In the end, we never had a Christmas tree, although each Christmas Eve, my parents would drive me in Dad's pink impala around the neighborhood to witness all the beautifully decorated homes. My father spoke about all the bulbs, which burn out and break and how each year, the customers in the store he managed in Brooklyn, L.H. Martin stores, would exchange bad bulbs for good ones. He had a love/hate relationship with the holidays, as I always had. I do remember him bringing home new Hanukkah candles each year and we lit one a night for eight nights on a menorah in our bay window.

Hearing my mother's recollection from her own childhood prompted me reflect on an important aspect of memoir writing: writing about memories. Why is it that we remember some things and not others? I do not think there is a simple answer to this question. It is complex and probably more complex and involved than the nature of this blog.

My sense is that what we remember is unconscious and what remains in our memory banks is also a mystery, as even two people sharing the same incident will remember it differently.

A recent article in Poets & Writers magazine (Jan/Feb 2013) addressed a similar subject in the article, "The Secrets of Stories," by Frank Bures. The author references psychologist Don McAdams, who claims that not only do memories serve as ways to amuse friends, but they are all the building blocks of what is known as our "life story." In other words, our memories are our interpretation of how we became who we are. McAdams claims that the ability to see our life story is at the heart of our identity and who we are. He believes that our story begins in our memory banks around the age of 2, which in my opinion seems quite early.

Bures makes some salient points about the art of storytelling and why we do it. He claims that we tell stories to understand the causes connected with situations and people, which helps us decide what we need, want and/or what to avoid in the future. If we stop to think about it, we practice the act of causality all the time as we try to figure out why people do things the way they do. We all seem to enjoy gossiping, speculating, musing and attempting to comprehend the human condition.
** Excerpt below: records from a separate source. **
"""The frequency axis: one immutable object shared by every stage.

Frequencies are stored in hertz as a read-only float64 array.  Two axes are
equal when they have the same length and agree within a relative tolerance
(1e-9), so an axis read back from a CSV file equals the one that wrote it.
"""

from __future__ import annotations

from typing import Iterable, Sequence

import numpy as np

from .errors import InputError

__all__ = ["FrequencyAxis"]

_RTOL = 1e-9


class FrequencyAxis:
    """An ordered set of frequencies in hertz.

    Parameters
    ----------
    hz : array_like, shape (n_freq,)
        Frequencies in Hz, strictly positive, finite and strictly increasing.
    source : str, optional
        File the frequencies came from, named in messages.
    field : str, optional
        Field named in messages.

    Raises
    ------
    InputError
        No frequencies, a value that is not finite or not above 0 Hz, or
        values not strictly increasing.

    Notes
    -----
    Integer and slice indexing return a new axis and never interpolate.
    """

    __slots__ = ("_hz",)

    def __init__(self, hz: Iterable[float] | np.ndarray, *, source: str | None = None,
                 field: str | None = "frequencies") -> None:
        arr = np.array(hz, dtype=float).reshape(-1)
        if arr.size == 0:
            raise InputError("no frequencies given", source=source, field=field,
                             fix="give at least one frequency in Hz")
        if not np.all(np.isfinite(arr)):
            raise InputError("frequencies must be finite numbers", source=source, field=field)
        if np.any(arr <= 0):
            raise InputError(f"frequencies must be above 0 Hz, got {arr.min():g} Hz",
                             source=source, field=field, fix="drop 0 Hz and negative values")
        if arr.size > 1 and np.any(np.diff(arr) <= 0):
            raise InputError("frequencies must be strictly increasing without repeats",
                             source=source, field=field, fix="sort the list and remove duplicates")
        arr.setflags(write=False)
        self._hz = arr

    # construction -----------------------------------------------------
    @classmethod
    def spaced(cls, start_hz: float, stop_hz: float, count: int, spacing: str = "log",
               *, source: str | None = None, field: str | None = "frequencies") -> "FrequencyAxis":
        """`count` frequencies from `start_hz` to `stop_hz`, ``"log"`` or ``"linear"`` spaced.

        Parameters
        ----------
        start_hz, stop_hz : float
            First and last frequency (Hz), 0 < start <= stop.
        count : int
            Number of frequencies (>= 1; 1 when start equals stop).
        spacing : str
            ``"log"`` (geometric) or ``"linear"``.
        source, field : str, optional
            Named in messages.

        Returns
        -------
        FrequencyAxis
            Both ends included.
        """
        if int(count) != count or count < 1:
            raise InputError(f"count must be a whole number >= 1, got {count!r}",
                             source=source, field=field)
        if not (np.isfinite(start_hz) and np.isfinite(stop_hz)) or start_hz <= 0 or stop_hz < start_hz:
            raise InputError(f"need 0 < start <= stop, got start={start_hz!r}, stop={stop_hz!r}",
                             source=source, field=field)
        if count > 1 and stop_hz == start_hz:
            raise InputError("start equals stop but count > 1", source=source, field=field,
                             fix="use count = 1 or widen the range")
        if spacing == "log":
            hz = np.geomspace(start_hz, stop_hz, int(count))
        elif spacing == "linear":
            hz = np.linspace(start_hz, stop_hz, int(count))
        else:
            raise InputError(f"spacing must be 'log' or 'linear', got {spacing!r}",
                             source=source, field=field)
        return cls(hz, source=source, field=field)

    @classmethod
    def fft_bins(cls, sample_rate_hz: float, n_fft: int, band_hz: tuple[float, float] | None = None
                 ) -> "FrequencyAxis":
        """The positive bins of an `n_fft`-point FFT at `sample_rate_hz` (DC excluded).

        With `band_hz` = (low, high), only bins inside the closed band are kept.

        Parameters
        ----------
        sample_rate_hz : float
            Sample rate (Hz).
        n_fft : int
            FFT length (samples).
        band_hz : (float, float), optional
            Lowest and highest frequency kept (Hz).

        Returns
        -------
        FrequencyAxis
            Bins k * sample_rate_hz / n_fft for k = 1 .. n_fft // 2 (Hz),
            as :func:`numpy.fft.rfftfreq` gives them.
        """
        hz = np.fft.rfftfreq(int(n_fft), 1.0 / float(sample_rate_hz))[1:]
        if band_hz is not None:
            lo, hi = band_hz
            hz = hz[(hz >= lo) & (hz <= hi)]
        return cls(hz)

    # access -----------------------------------------------------------
    @property
    def hz(self) -> np.ndarray:
        """The frequencies.

        Returns
        -------
        ndarray, shape (n_freq,)
            Frequencies (Hz), read-only float64.
        """
        return self._hz

    def angular(self) -> np.ndarray:
        """Angular frequencies omega = 2 pi f.

        Returns
        -------
        ndarray, shape (n_freq,)
            omega (rad/s).
        """
        return 2.0 * np.pi * self._hz

    def wavenumbers(self, speed_of_sound: float) -> np.ndarray:
        """Wavenumbers k = 2 pi f / c.

        Parameters
        ----------
        speed_of_sound : float
            c (m/s).

        Returns
        -------
        ndarray, shape (n_freq,)
            k (rad/m).
        """
        return self.angular() / float(speed_of_sound)

    def wavelengths(self, speed_of_sound: float) -> np.ndarray:
        """Wavelengths c / f.

        Parameters
        ----------
        speed_of_sound : float
            c (m/s).

        Returns
        -------
        ndarray, shape (n_freq,)
            Wavelengths (m).
        """
        return float(speed_of_sound) / self._hz

    def __len__(self) -> int:
        return self._hz.size

    def __iter__(self):
        return iter(self._hz.tolist())

    def __getitem__(self, index: int | slice | Sequence[int] | np.ndarray) -> "FrequencyAxis":
        picked = self._hz[index]
        return FrequencyAxis(np.atleast_1d(picked))

    def index_of(self, hz: float) -> int:
        """Index of the bin nearest to `hz` (no interpolation).

        Parameters
        ----------
        hz : float
            Frequency (Hz).

        Returns
        -------
        int
            0-based index of the nearest frequency (the lower one on a tie).
        """
        return int(np.argmin(np.abs(self._hz - float(hz))))

    def __eq__(self, other: object) -> bool:
        if not isinstance(other, FrequencyAxis):
            return NotImplemented
        return len(self) == len(other) and bool(np.allclose(self._hz, other._hz, rtol=_RTOL, atol=0))

    def __hash__(self) -> int:
        return hash((len(self), round(float(self._hz[0]), 6), round(float(self._hz[-1]), 6)))

    def __repr__(self) -> str:
        if len(self) == 1:
            return f"FrequencyAxis([{self._hz[0]:g}] Hz)"
        return f"FrequencyAxis({len(self)} points, {self._hz[0]:g}..{self._hz[-1]:g} Hz)"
Understanding other people's lives can help us understand our own, which is why memoirs have been the rage. Bures deftly points out, "Knowing how causalities hold our past together doesn't mean we can always see what those causalities are." In the end, he says, "At each of life's crossroads, what you believe deep down determines which way you turn." Thus, he says, we should all be mindful of each word we write, the stories we believe in and love and the parts of the stories we choose to tell. It is the stories we tell, which will be left behind as our legacy, and surely we would all want that to be in a truthful and poignant light.